_Stored dataset items_.
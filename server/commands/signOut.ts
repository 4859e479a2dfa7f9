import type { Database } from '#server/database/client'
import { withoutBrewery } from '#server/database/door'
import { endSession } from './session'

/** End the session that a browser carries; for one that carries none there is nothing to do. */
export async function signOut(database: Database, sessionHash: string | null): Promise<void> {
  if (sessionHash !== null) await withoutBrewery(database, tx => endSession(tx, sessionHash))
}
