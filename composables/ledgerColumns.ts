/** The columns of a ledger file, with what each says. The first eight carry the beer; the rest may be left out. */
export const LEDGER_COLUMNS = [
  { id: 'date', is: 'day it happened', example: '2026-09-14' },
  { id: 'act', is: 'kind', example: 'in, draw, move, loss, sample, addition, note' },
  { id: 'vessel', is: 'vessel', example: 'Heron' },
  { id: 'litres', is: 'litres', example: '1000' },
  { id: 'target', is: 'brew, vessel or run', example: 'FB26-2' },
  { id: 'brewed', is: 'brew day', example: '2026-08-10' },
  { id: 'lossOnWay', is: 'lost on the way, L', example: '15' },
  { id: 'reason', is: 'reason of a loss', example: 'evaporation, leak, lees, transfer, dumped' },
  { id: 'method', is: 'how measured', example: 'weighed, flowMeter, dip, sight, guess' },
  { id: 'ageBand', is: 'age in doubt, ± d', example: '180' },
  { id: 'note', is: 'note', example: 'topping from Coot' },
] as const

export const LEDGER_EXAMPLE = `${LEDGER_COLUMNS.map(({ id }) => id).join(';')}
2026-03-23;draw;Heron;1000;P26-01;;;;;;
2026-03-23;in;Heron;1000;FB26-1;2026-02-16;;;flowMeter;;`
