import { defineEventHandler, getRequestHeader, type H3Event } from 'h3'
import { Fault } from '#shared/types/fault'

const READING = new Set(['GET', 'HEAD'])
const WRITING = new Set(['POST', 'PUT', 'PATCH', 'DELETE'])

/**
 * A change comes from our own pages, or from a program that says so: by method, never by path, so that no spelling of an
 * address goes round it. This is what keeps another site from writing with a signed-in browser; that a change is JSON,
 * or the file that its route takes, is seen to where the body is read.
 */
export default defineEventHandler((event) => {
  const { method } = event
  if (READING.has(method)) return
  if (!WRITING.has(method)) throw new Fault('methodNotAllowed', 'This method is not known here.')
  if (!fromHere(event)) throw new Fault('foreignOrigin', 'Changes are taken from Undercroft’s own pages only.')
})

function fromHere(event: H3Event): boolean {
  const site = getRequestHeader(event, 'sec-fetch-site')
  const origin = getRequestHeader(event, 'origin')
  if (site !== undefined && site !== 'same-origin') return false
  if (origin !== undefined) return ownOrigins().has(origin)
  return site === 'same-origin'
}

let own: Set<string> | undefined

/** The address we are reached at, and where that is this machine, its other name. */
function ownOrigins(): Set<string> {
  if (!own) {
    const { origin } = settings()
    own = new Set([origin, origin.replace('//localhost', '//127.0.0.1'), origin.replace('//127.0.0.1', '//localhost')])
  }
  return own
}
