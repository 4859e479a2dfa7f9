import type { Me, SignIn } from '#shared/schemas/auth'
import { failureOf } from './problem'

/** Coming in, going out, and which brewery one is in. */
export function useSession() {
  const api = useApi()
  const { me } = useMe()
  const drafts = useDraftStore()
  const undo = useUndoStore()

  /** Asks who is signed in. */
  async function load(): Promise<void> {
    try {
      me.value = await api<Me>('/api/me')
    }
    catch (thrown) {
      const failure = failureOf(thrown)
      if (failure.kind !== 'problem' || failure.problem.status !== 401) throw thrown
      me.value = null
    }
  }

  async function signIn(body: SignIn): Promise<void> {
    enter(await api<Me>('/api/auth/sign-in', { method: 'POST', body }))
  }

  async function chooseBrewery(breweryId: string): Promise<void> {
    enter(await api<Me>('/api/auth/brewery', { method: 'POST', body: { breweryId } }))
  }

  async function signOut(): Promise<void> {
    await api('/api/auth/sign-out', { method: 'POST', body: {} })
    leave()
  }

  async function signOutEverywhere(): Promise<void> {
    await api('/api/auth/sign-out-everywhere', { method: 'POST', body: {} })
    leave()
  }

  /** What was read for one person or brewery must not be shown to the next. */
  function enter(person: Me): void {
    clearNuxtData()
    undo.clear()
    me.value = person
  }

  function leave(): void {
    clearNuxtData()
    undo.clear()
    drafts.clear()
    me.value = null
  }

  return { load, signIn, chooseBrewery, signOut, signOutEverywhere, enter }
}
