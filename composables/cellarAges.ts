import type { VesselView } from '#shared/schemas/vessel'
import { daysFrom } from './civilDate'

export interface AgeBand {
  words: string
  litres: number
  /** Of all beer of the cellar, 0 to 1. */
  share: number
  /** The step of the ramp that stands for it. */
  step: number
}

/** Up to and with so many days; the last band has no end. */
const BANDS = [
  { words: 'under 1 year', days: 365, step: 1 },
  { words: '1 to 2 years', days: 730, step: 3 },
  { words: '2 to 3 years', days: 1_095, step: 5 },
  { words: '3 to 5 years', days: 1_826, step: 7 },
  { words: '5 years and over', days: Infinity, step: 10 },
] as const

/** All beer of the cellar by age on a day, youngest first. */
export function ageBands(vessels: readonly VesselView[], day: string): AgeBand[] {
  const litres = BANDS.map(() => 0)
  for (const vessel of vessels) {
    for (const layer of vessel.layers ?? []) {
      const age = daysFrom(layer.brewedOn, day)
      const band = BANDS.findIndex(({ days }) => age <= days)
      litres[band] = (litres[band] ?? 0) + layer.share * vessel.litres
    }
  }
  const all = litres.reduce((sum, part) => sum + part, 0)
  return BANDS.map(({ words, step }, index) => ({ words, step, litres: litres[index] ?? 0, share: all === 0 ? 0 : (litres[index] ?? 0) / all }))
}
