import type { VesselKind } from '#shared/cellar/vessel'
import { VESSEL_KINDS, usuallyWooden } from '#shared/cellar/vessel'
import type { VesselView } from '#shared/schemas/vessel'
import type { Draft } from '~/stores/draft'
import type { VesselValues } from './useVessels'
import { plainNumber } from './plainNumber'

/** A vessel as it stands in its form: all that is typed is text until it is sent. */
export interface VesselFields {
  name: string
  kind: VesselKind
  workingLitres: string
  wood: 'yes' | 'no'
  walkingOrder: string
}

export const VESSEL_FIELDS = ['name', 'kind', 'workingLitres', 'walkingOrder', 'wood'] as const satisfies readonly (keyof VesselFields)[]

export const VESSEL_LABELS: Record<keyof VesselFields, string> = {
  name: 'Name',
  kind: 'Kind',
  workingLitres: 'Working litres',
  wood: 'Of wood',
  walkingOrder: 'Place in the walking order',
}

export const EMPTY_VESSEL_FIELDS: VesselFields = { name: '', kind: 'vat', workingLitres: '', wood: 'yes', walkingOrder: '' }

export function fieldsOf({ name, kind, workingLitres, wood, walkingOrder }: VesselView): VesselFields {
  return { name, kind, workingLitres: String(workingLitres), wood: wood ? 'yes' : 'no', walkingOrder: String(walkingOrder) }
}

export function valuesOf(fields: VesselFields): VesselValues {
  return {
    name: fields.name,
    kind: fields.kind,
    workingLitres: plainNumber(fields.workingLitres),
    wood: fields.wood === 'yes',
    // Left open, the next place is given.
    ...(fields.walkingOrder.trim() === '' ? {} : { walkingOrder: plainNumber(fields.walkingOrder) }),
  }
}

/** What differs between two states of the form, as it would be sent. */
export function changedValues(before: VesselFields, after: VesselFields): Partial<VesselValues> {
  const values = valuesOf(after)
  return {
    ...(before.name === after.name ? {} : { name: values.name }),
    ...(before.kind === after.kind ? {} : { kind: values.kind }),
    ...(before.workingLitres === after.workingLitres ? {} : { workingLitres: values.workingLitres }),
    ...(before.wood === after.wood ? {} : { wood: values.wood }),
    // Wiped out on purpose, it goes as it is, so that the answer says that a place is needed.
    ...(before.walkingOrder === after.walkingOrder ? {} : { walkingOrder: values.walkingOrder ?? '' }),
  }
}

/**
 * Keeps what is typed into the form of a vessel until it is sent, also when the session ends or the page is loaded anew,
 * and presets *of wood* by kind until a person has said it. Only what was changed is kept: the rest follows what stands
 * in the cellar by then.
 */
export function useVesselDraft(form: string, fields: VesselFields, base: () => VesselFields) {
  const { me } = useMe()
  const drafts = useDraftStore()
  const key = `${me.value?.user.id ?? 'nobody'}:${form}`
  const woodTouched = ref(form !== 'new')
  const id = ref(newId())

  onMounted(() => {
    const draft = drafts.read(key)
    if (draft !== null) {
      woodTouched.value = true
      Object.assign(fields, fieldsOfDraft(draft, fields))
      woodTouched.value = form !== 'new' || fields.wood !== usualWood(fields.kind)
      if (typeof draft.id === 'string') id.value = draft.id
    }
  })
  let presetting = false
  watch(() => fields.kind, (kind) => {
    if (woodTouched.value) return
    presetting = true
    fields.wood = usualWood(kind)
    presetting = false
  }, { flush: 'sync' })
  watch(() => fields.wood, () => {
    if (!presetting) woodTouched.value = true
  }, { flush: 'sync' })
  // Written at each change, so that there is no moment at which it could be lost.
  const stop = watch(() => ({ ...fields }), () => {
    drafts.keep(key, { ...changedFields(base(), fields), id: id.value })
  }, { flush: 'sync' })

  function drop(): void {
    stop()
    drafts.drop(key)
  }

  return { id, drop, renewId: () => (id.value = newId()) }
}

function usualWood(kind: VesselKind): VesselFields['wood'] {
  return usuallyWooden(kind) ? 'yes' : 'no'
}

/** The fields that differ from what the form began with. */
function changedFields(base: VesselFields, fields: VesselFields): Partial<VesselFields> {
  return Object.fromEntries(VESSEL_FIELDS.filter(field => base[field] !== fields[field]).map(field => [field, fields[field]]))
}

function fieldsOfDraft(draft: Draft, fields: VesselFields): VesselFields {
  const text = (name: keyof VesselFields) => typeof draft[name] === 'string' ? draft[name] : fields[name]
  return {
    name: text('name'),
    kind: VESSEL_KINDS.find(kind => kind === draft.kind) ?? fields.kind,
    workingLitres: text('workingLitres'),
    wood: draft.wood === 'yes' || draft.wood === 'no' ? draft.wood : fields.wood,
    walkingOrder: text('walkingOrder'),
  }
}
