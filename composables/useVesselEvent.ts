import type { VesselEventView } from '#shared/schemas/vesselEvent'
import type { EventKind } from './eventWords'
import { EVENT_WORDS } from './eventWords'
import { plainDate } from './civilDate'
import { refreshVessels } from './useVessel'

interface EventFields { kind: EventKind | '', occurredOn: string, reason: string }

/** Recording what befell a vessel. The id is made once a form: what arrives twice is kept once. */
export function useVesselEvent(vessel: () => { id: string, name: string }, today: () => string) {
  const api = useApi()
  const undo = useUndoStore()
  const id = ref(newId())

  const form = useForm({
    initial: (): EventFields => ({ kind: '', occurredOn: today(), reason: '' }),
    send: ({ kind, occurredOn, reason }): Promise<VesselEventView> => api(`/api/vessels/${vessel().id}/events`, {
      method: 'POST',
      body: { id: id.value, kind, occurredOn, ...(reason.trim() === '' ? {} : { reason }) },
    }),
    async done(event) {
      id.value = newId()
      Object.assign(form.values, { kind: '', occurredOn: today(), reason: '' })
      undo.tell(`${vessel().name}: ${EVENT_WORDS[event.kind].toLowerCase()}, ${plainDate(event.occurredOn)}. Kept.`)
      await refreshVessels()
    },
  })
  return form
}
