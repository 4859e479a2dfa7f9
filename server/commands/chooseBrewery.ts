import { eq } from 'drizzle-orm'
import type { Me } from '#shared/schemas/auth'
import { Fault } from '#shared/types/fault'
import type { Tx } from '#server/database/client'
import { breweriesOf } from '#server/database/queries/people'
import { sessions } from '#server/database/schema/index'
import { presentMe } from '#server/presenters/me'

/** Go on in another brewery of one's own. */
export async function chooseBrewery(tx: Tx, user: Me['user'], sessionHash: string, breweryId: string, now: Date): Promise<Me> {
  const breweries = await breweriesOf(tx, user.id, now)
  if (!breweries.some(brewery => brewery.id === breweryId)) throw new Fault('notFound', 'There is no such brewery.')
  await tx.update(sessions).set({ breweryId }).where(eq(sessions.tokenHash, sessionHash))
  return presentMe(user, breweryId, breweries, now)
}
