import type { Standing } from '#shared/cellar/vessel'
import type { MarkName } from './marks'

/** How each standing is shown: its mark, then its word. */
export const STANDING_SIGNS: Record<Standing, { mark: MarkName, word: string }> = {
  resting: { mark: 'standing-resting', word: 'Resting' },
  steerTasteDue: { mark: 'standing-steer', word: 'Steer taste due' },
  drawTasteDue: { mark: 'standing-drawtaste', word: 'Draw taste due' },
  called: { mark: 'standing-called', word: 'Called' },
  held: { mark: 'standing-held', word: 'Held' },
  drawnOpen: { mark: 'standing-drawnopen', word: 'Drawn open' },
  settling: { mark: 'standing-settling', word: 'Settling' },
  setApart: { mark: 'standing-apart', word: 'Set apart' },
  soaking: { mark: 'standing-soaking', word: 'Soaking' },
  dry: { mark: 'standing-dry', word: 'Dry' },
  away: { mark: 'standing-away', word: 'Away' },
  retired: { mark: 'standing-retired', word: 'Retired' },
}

_Assignment_.
Scan the records for lines that hold "another", and reproduce each one you find.

_Your solution_.
 * address goes round it. This is what keeps another site from writing with a signed-in browser; that a change is JSON,
/** Go on in another brewery of one's own. */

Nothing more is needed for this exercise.